ANO5

At least three ANO5 gene mutations have been identified in people with a bone disorder called gnathodiaphyseal dysplasia, which leads to fragile bones, jaw problems, and other skeletal abnormalities. The ANO5 gene mutations that cause gnathodiaphyseal dysplasia change single protein building blocks (amino acids) in the anoctamin-5 protein. It is unclear how these mutations lead to the signs and symptoms of gnathodiaphyseal dysplasia, or why they primarily affect bones while other ANO5 gene mutations cause muscle disorders. Researchers suggest that the mutations may affect the way cells process calcium, an important mineral in bone development and growth.

More than 40 mutations in the ANO5 gene have been identified in people with limb-girdle muscular dystrophy type 2L. Limb-girdle muscular dystrophy is a group of related disorders characterized by muscle weakness and wasting (atrophy), particularly in the shoulders, hips, thighs, and upper arms.

The ANO5 gene mutations identified in people with limb-girdle muscular dystrophy type 2L change single amino acids in the anoctamin-5 protein sequence, disrupt how genetic information is pieced together to make a blueprint for producing the protein, or result in a premature stop signal that leads to an abnormally short protein. One of the mutations adds an extra DNA building block (nucleotide) to the ANO5 gene (written as 191dupA) and is believed to be a relatively common cause of limb-girdle muscular dystrophy in people with northern European ancestry. This mutation alters the instructions used to make the anoctamin-5 protein, leading to a premature stop signal that would produce an abnormally short protein. Instead, a cellular error-catching mechanism called nonsense-mediated decay prevents the protein from being produced at all.

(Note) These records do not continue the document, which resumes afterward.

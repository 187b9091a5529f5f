/**
 * What hands do: stocks, rounding to the balance, how far each weighing may be off, the order of steps and their cautions.
 *
 * <p>Concentrations come in from a search, a recipe to weigh goes out; nothing here searches for ingredients, reads files or
 * draws. Start with {@link org.hazewright.bench.StockPlan}, then {@link org.hazewright.bench.Steps}.
 */
package org.hazewright.bench;
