package org.hazewright.bench;

import java.util.ArrayList;
import java.util.Comparator;
import java.util.List;
import java.util.Optional;
import java.util.function.ToDoubleFunction;
import org.hazewright.brief.Balance;
import org.hazewright.mixture.Recipe;
import org.hazewright.mixture.Stock;
import org.hazewright.shelf.Ingredient;

/**
 * The choice among ways of dosing: begin with the most precise way for every ingredient, then take simpler ways, simplest first,
 * for as long as the score stays alike; last, move single doses by a few of the balance's last digits while that lowers the score.
 *
 * <p>A simpler way of dosing one ingredient counts as alike when it adds no more than {@value #ALIKE} squared half-widths of
 * tolerance, or half a per cent of the score, whichever is more: under a twentieth of a half-width in quadrature, which no
 * measurement of the finished phantom can show. A weighing is worth a person's minutes when it gains {@value #WEIGHING_GAINS}
 * squared half-widths, or one per cent of the score; a way that saves weighings may add as much for each.
 */
final class Planning {
    private static final double ALIKE = 0.002;
    private static final double ALIKE_RELATIVE = 0.005;
    private static final double WEIGHING_GAINS = 0.01;
    private static final double WEIGHING_GAINS_RELATIVE = 0.01;

    /** The same where a person asks for few weighings: about the whole of a tolerance in quadrature. */
    private static final double FEWEST_GAINS = 0.5;

    /** A last digit is moved for no less, in squared half-widths or as a share: grams that do next to nothing stay as they are. */
    private static final double WORTH_A_DIGIT = 1e-4;

    private static final double WORTH_A_DIGIT_RELATIVE = 5e-4;

    /** Most calls of the judge. */
    private static final int CALLS = 39;

    /** A last digit beyond this share of the grams is worth moving. */
    private static final double COARSE = 2e-5;

    /** Most last digits that a dose is moved from its plain rounding. */
    private static final int MOST_STEPS = 3;

    private final Contents contents;
    private final Balance balance;
    private final ToDoubleFunction<Recipe> judge;
    private final Assembly assembly;
    private final StockPlan.Wish wish;
    private int judged;

    Planning(Contents contents, Balance balance, ToDoubleFunction<Recipe> judge, StockPlan.Wish wish) {
        this.contents = contents;
        this.balance = balance;
        this.judge = judge;
        this.assembly = new Assembly(contents, balance);
        this.wish = wish;
    }

    StockPlan plan() {
        Dilutions dilutions = new Dilutions(contents, balance);
        List<List<Dose>> ways = new ArrayList<>();
        List<Dose> chosen = new ArrayList<>();
        for (Ingredient i : contents.concentrationGPerMl().keySet()) {
            List<Dose> of = affordable(wished(dilutions.of(i)));
            ways.add(of);
            chosen.add(of.get(0));
        }
        makeAffordable(chosen);
        int[] steps = new int[chosen.size()];
        double score = score(assembly.require(chosen));
        score = simplify(chosen, ways, score, steps);
        score = settle(chosen, steps, score);
        Recipe recipe = assembly.recipe(chosen, steps).orElseThrow();
        return new StockPlan(
                recipe,
                score,
                weighings(recipe, chosen),
                leftovers(recipe, chosen),
                inHand(chosen),
                notes(chosen),
                judged);
    }

    private double score(Recipe recipe) {
        judged++;
        return judge.applyAsDouble(recipe);
    }

    /** The ways that the wish allows; never none. */
    private List<Dose> wished(List<Dose> ways) {
        Dose undiluted = Dose.neat(ways.get(0).ingredient(), ways.get(0).massG());
        if (wish == StockPlan.Wish.NO_NEW_STOCK && SharedStocks.neatEnough(undiluted, balance))
            return List.of(undiluted);
        boolean hand = wish == StockPlan.Wish.STOCK_IN_HAND || wish == StockPlan.Wish.NO_NEW_STOCK;
        if (!hand) return ways;
        List<Dose> inHand = ways.stream().filter(Dose::inHand).toList();
        if (!inHand.isEmpty()) return inHand;
        if (wish == StockPlan.Wish.STOCK_IN_HAND) return ways;
        List<Dose> neat = ways.stream().filter(Dose::isNeat).toList();
        return neat.isEmpty()
                ? List.of(Dose.neat(ways.get(0).ingredient(), ways.get(0).massG()))
                : neat;
    }

    /** The ways that fit the base's liquid when all else goes in neat; neat where none does. */
    private List<Dose> affordable(List<Dose> ways) {
        List<Dose> fit = ways.stream()
                .filter(d -> assembly.recipe(List.of(d), new int[1]).isPresent())
                .toList();
        Dose any = ways.get(0);
        return fit.isEmpty() ? List.of(Dose.neat(any.ingredient(), any.massG())) : fit;
    }

    /** Gives up stocks, the one that brings most liquid first, until the base can spare the rest. */
    private void makeAffordable(List<Dose> chosen) {
        while (assembly.recipe(chosen, new int[chosen.size()]).isEmpty()) {
            Optional<Dose> thirstiest =
                    chosen.stream().filter(d -> !d.isNeat()).max(Comparator.comparingDouble(Dose::weighedG));
            if (thirstiest.isEmpty()) return;
            Dose d = thirstiest.get();
            chosen.set(chosen.indexOf(d), Dose.neat(d.ingredient(), d.massG()));
        }
    }

    private double simplify(List<Dose> chosen, List<List<Dose>> ways, double best, int[] steps) {
        double alike = Math.max(ALIKE, ALIKE_RELATIVE * Math.abs(best));
        double gains = wish == StockPlan.Wish.FEWEST_WEIGHINGS
                ? FEWEST_GAINS
                : Math.max(WEIGHING_GAINS, WEIGHING_GAINS_RELATIVE * Math.abs(best));
        double score = best;
        Comparator<Dose> simplest =
                Comparator.<Dose>comparingInt(d -> d.weighings(balance)).thenComparingDouble(Dose::leftG);
        for (int k = 0; k < chosen.size(); k++) {
            Dose precise = chosen.get(k);
            for (Dose way : ways.get(k).stream().sorted(simplest).toList()) {
                if (way.equals(precise) || judged >= CALLS) break;
                chosen.set(k, way);
                Optional<Recipe> recipe = assembly.recipe(chosen, steps);
                double s = recipe.isPresent() ? score(recipe.get()) : Double.POSITIVE_INFINITY;
                int saved = Math.max(0, precise.weighings(balance) - way.weighings(balance));
                if (s <= score + alike + saved * gains) {
                    score = s;
                    break;
                }
                chosen.set(k, precise);
            }
        }
        return score;
    }

    /** Coordinate search over the last digit of coarse grams, two passes at most. */
    private double settle(List<Dose> chosen, int[] steps, double best) {
        double score = best;
        for (int pass = 0; pass < 2; pass++) {
            double before = score;
            for (int k = 0; k < steps.length; k++) {
                if (balance.readabilityG() <= COARSE * chosen.get(k).weighedG()) continue;
                for (int direction : new int[] {1, -1}) {
                    double moved = slide(chosen, steps, k, direction, score);
                    if (moved < score) {
                        score = moved;
                        break;
                    }
                }
            }
            if (score >= before) break;
        }
        return score;
    }

    /** Moves one dose in one direction for as long as that helps; the score it ends with. */
    private double slide(List<Dose> chosen, int[] steps, int k, int direction, double score) {
        double best = score;
        while (judged < CALLS && Math.abs(steps[k] + direction) <= MOST_STEPS) {
            steps[k] += direction;
            double g = balance.rounded(chosen.get(k).weighedG()) + steps[k] * balance.readabilityG();
            Optional<Recipe> recipe =
                    Dilutions.weighable(g, balance) ? assembly.recipe(chosen, steps) : Optional.empty();
            double s = recipe.isPresent() ? score(recipe.get()) : Double.POSITIVE_INFINITY;
            if (!(s < best - Math.max(WORTH_A_DIGIT, WORTH_A_DIGIT_RELATIVE * Math.abs(best)))) {
                steps[k] -= direction;
                break;
            }
            best = s;
        }
        return best;
    }

    private int weighings(Recipe recipe, List<Dose> chosen) {
        List<String> inHand = inHand(chosen);
        int count =
                recipe.items().stream().mapToInt(i -> balance.loads(i.massG())).sum();
        for (Stock s : recipe.stocks())
            if (!inHand.contains(s.id())) count += balance.loads(s.ingredientG()) + balance.loads(s.diluentG());
        return count;
    }

    private static List<Leftover> leftovers(Recipe recipe, List<Dose> chosen) {
        List<String> inHand = inHand(chosen);
        return Leftover.of(recipe).stream()
                .filter(l -> !inHand.contains(l.stock()))
                .toList();
    }

    private static List<String> inHand(List<Dose> chosen) {
        return chosen.stream()
                .filter(Dose::inHand)
                .flatMap(d -> d.chain().stream())
                .map(Stock::id)
                .distinct()
                .toList();
    }

    private List<String> notes(List<Dose> chosen) {
        List<String> notes = new ArrayList<>();
        for (Dose d : chosen) {
            String name = d.ingredient().name();
            if (d.isNeat() && !Dilutions.weighable(d.massG(), balance)) {
                String why = contents.shelf().liquidOf(contents.base()).isEmpty()
                        ? contents.base().name() + " has no liquid to make a stock in"
                        : "no stock of it fits into the base's liquid";
                String end = balance.rounded(d.massG()) > 0
                        ? "it is weighed neat and is uncertain; make a larger batch or use a finer balance."
                        : "it is left out, since the balance shows it as 0; make a larger batch or use a finer balance.";
                notes.add(name + ": " + Grams.small(d.massG()) + " is below the smallest load of "
                        + Grams.small(balance.smallestLoadG()) + ", and " + why + "; " + end);
            }
            if (!d.isNeat() && Dilutions.settlesInStock(d.ingredient(), contents.base()))
                notes.add(name
                        + " settles: its stock is a suspension. Shake it and draw at once, each time; a larger batch"
                        + " would let it be weighed neat.");
        }
        return notes;
    }
}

ANO5 gene mutations that eliminate or impair the role of the anoctamin-5 protein as a chloride channel likely lead to impaired muscle function, resulting in the signs and symptoms of limb-girdle muscular dystrophy.

At least 10 mutations in the ANO5 gene have been found to cause Miyoshi myopathy. When caused by mutations in this gene, the condition is also known as distal anoctaminopathy. Miyoshi myopathy is a muscle disorder that is characterized by progressive weakness and atrophy of muscles that are away from the center of the body (distal muscles), particularly those in the legs. The ANO5 gene mutations identified in people with Miyoshi myopathy change single amino acids in the anoctamin-5 protein or result in the production of an abnormally short protein that is quickly broken down.

These mutations result in the production of little or no anoctamin-5 protein. The effects of the loss of anoctamin-5 are unclear. While chloride is necessary for normal muscle function, it is unknown how a lack of this chloride channel causes the signs and symptoms of Miyoshi myopathy.

The 191dupA mutation that can cause limb-girdle muscular dystrophy (described above) is also a common cause of Miyoshi myopathy in individuals of northern European ancestry. It is not known why the 191dupA mutation can result in different patterns of signs and symptoms. Miyoshi myopathy caused by ANO5 gene mutations is likely a variation of limb-girdle muscular dystrophy because it is caused by mutations in the same gene, and in some cases even by the same mutation.